陳子凌越對陣越覺不妙,連愛貧嘴的林子大也消停了下來,回頭望去,這傢伙已經倒在了地上齜牙咧嘴強忍著,嘴唇和胸前的傷口發黑往外淌著黑血,顯然是中毒的現象。
林子大的眼中也是帶著恐懼的神傷,「大哥,這廝的下毒害俺——」
陳子凌也覺不妙,跟這白臉陰人過招,對方的境界卻在一點點提升,好似周圍在提取什麼能量一樣,隨即他停住腳步,逼出周身一道氣罡,再用氣識探視。
果不其然,林子大和雨詩詩的頭頂有一圈圈黑色的陰風環繞著,白臉陰人的雙手正從他們頭頂上的陰風吸取能量。
「詩詩姑娘,看著我,不要害怕!」陳子凌大喊。他發現對方的能量正是來源於雨詩詩和林子大心底的恐懼,別人越怕,白臉陰人就越強大,這種功夫也太詭異了!
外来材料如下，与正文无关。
def plan(
    problem: Problem,
    *,
    progress: Callable[[str, int, int], None] | None = None,
    stop: Callable[[], bool] | None = None,
    warm_start_m: np.ndarray | None = None,
    history: np.ndarray | None = None,
    evaluations: int | None = None,
    random_layouts: int | None = None,
    candidate_target: int = 1500,
) -> PlanOutcome:
    """Find a layout of ``problem.count`` new probes (see the module docstring for the stages).

    Parameters
    ----------
    problem : Problem
    progress : callable(stage: str, done: int, total: int) or None
    stop : callable() -> bool or None
        Polled between steps; when it returns True the search ends with the best layout so far
        and ``complete = False``.
    warm_start_m : (count, 3) float or None
        A stored layout to continue from (``--resume``): it is the incumbent from the start.
    history : (k,) float or None
        Stored history to continue.
    evaluations : int or None
        Bayesian-refinement evaluations (default ``config.design.evaluations``).
    random_layouts : int or None
        Random layouts for the baseline (default ``config.design.random_layouts``).
    candidate_target : int
        Approximate number of grid candidates when the config sets no spacing.

    Returns
    -------
    PlanOutcome
    """
    t0 = time.perf_counter()
    cfg = problem.config
    design = cfg.design
    rng = np.random.default_rng(cfg.seed)
    site = problem.site
    count = problem.count
    maximise = problem.criterion.maximise
    evaluations = design.evaluations if evaluations is None else evaluations
    n_random = design.random_layouts if random_layouts is None else random_layouts
    hist: list[float] = [] if history is None else [float(v) for v in history]
    stopped = False

    def halted() -> bool:
        nonlocal stopped
        stopped = stopped or bool(stop is not None and stop())
        return stopped

    def tick(stage: str, done: int, total: int) -> None:
        if progress is not None:
            progress(stage, done, total)

    if count == 0:
        # Nothing to place ([probes] count = 0): the plan is the installed meters as they are.
        empty = np.zeros((0, 3))
        info = SearchInfo(np.asarray(hist, dtype=float), None, None, 0.0, 0)
        return PlanOutcome(empty, np.zeros(0), problem.score(empty, np.zeros(0)), info, True)

    tick("candidate grid", 0, 1)
    cand = _candidates(problem, design.grid_spacing_m, candidate_target)
    gains_c = problem.new_gain * cand.gain
    rows, _ = problem.rows(cand.positions_m, gains_c)
    robust = bool(design.tolerate_failures)
    obj = GridObjective(problem, rows, prior=True, robust=robust)
    tick("candidate grid", 1, 1)

    min_sp = cfg.probes.min_spacing_m
    inst = problem.installed_m

    def exact(positions: np.ndarray, gains: np.ndarray) -> float:
        return float(problem.objective(positions[None], gains[None])[0])

    stages: list[tuple[str, float]] = []
    baselines: list[Baseline] = []

    # Greedy, then exchange, on the grid.
    start = None
    if warm_start_m is not None:
        from scipy.spatial import cKDTree

        _, near = cKDTree(cand.positions_m).query(np.asarray(warm_start_m).reshape(-1, 3))
        # Keep the snapped points in order, once each, and only while they respect spacing.
        start = []
        for c in dict.fromkeys(int(i) for i in near):
            fixed = np.concatenate([inst, cand.positions_m[start]])
            if len(start) < count and _spacing_mask(cand.positions_m[[c]], fixed, min_sp)[0]:
                start.append(c)
        start = np.array(start, dtype=int)
    tick("greedy", 0, count)
    chosen = greedy(obj, count, cand.positions_m, min_sp, inst, start=start)
    greedy_value = exact(cand.positions_m[chosen], gains_c[chosen])
    hist.append(greedy_value)
    stages.append(("greedy", greedy_value))
    baselines.append(Baseline("greedy", greedy_value, cand.positions_m[chosen].copy()))
    tick("greedy", count, count)

    tick("exchange", 0, 1)
    chosen = exchange(
        obj,
        chosen,
        cand.positions_m,
        min_sp,
        inst,
        stop=halted,
        on_swap=lambda v: tick("exchange", 0, 1),
    )
    exchange_value = exact(cand.positions_m[chosen], gains_c[chosen])
    hist.append(exchange_value)
    stages.append(("exchange", exchange_value))
    baselines.append(Baseline("exchange", exchange_value, cand.positions_m[chosen].copy()))
    tick("exchange", 1, 1)

    layout = cand.positions_m[chosen].copy()
    gain = gains_c[chosen].copy()
    value = exchange_value
    if warm_start_m is not None:
        # The stored layout (exact positions, perhaps off the grid) stays in the race; a
        # smaller one (a budget's previous count) is extended greedily from the grid.
        warm = np.asarray(warm_start_m, dtype=float).reshape(-1, 3)[:count]
        # Probes the current rules forbid (a new keep-out, a region given up) are dropped.
        warm = _feasible_subset(site, warm)
        warm_gain = problem.gain_at(warm)
        if warm.shape[0] < count:
            extra = _extend(problem, obj, cand, gains_c, warm, warm_gain, count, min_sp, robust)
            warm = np.concatenate([warm, cand.positions_m[extra]])
            warm_gain = np.concatenate([warm_gain, gains_c[extra]])
        warm_value = exact(warm, warm_gain)
        hist.append(warm_value)
        if problem.better(warm_value, value):
            layout, gain, value = warm, warm_gain, warm_value

    # Certified bound (d with mean aggregate only).
    bound = gap = None
    if problem.criterion.name == "d" and design.aggregate == "mean" and not halted():
        tick("bound", 0, 1)
        relax = relaxation_bound(obj.info, problem.fisher_installed, count)
        bound, gap = relax.bound, relax.gap
        tick("bound", 1, 1)

    # Bayesian refinement in continuous coordinates.
    if evaluations > 0 and not halted():
        regions = _region_of(problem, layout, cand)
        tick("refine", 0, evaluations)
        layout, value, _ = refine(
            problem,
            layout,
            gain,
            regions,
            evaluations,
            rng,
            radius_m=REFINE_RADIUS_CELLS * cand.spacing_m if cand.spacing_m > 0 else None,
            stop=halted,
            record=hist.append,
            progress=lambda k: tick("refine", k, evaluations),
        )
        stages.append(("refine", value))
        tick("refine", evaluations, evaluations)

    # Baselines: what an engineer would draw, and the best of many random layouts.
    if not halted():
        tick("baselines", 0, 2)
        try:
            regular = site.regular_layout(count)
            rv = exact(regular, problem.gain_at(regular))
            baselines.append(Baseline("regular", rv, regular))
        except ValueError:
            pass  # no regular layout fits the rules: nothing to compare
        tick("baselines", 1, 2)
        if n_random > 0:
            rand = site.random_layouts(n_random, count, rng)
            g = problem.gain_at(rand.reshape(-1, 3)).reshape(rand.shape[:2])
            rvals = problem.objective(rand, g)
            k = int(np.argmax(rvals) if maximise else np.argmin(rvals))
            baselines.append(Baseline(f"best of {n_random} random", float(rvals[k]), rand[k]))
        tick("baselines", 2, 2)

    score = problem.score(layout, gain)
    info = SearchInfo(
        history=np.asarray(hist, dtype=float),
        bound=bound,
        bound_gap=gap,
        grid_spacing_m=float(cand.spacing_m),
        n_candidates=int(cand.positions_m.shape[0]),
        baselines=tuple(baselines),
        stages=tuple(stages),
        seconds=time.perf_counter() - t0,
        objective="worst single loss" if robust else "criterion",
    )
    return PlanOutcome(layout, gain, score, info, complete=not stopped)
「哈哈——陳子凌果然聰明。」白臉陰人大笑起來,佩服道。能發現他通冥殿邪功之術的根本的人不多,而且還是活著的人。
通冥殿功法邪乎,白臉陰人運用的正是陰陣中的一門陰學之術,可以吸取人的恐懼來一點點的增加自己的境界之力。
「大哥!俺根本不怕!」林子大強撐著嚷了一句。
白臉陰人現在的境界還在一點點的提升,並不算強大至宗,如若現在用黃河之技十道劍影脫身,輕而易舉,但是這林子大和雨詩詩可怕是要交代在這裡了。
只是,林子大雖然和自己沒什麼交集,卻一心跟隨自己,自己救了他一命,對方也懂還恩,可謂義氣之士,要是拋下他,也太不厚道了。
「黃河之技!」
陳子凌站立身姿,緩緩舞劍,一劍一式,一式一影……
白臉陰人看著陣勢,自覺不妙,陳子凌可是武陵紅名榜的頭榜者,大意不得隨即他尖叫著拔下了手上的指甲,以十道指甲化作了十枚暗器射向陳子凌……
由於無光出影,陳子凌的黃河之技縱容強大,使出的十道劍影也無法憑空閃現,都是一劍一影,很快就消失,起不了大作用。
「落天走東海!喝——」陳子凌暴怒,十劍光閃現。
無奈被對方的十個指甲暗器一一擊退,白臉陰人冷笑,「哼——你陳子凌什麼招數,我通冥殿早已知曉,亥時此刻,哪裡的天,又何處尋海啊,哈哈——我看是尋死吧!」
白臉陰人收起笑容,同時使出一團黑風已將陳子凌纏繞住了,白臉陰人驟然在陰風團里出現和陳子凌近距離對招,對方以手爪為器,近距離過招處於上風,陳子凌的驚影劍竟然無法使喚出實力,只能抵擋。
陳子凌被逼得連連後退,一聲怒吼:「欺人太甚!」
嘭!
陳子凌以身換身,一劍刺穿了對方的肚子,白臉陰人眼球放大,躲進陰風逃開,「可惡的傢伙,這樣還殺不了你!」
白臉陰人見遲遲控不了陳子凌,轉而對準了趴在地上殘喘的雨詩詩,一把迎過去將她抓起,「這樣的恐懼感倍增呀,哈哈——我甚喜歡!」
雨詩詩臉色蒼白,已失去光澤,凄如月下美人。而白臉陰人則陰氣大起,被陳子凌刺中的傷口一點點癒合。
就在陳子凌準備出手救人之時,一道火光燒進了鬼屋,鬼屋的外門被人使喚火光衝散開來。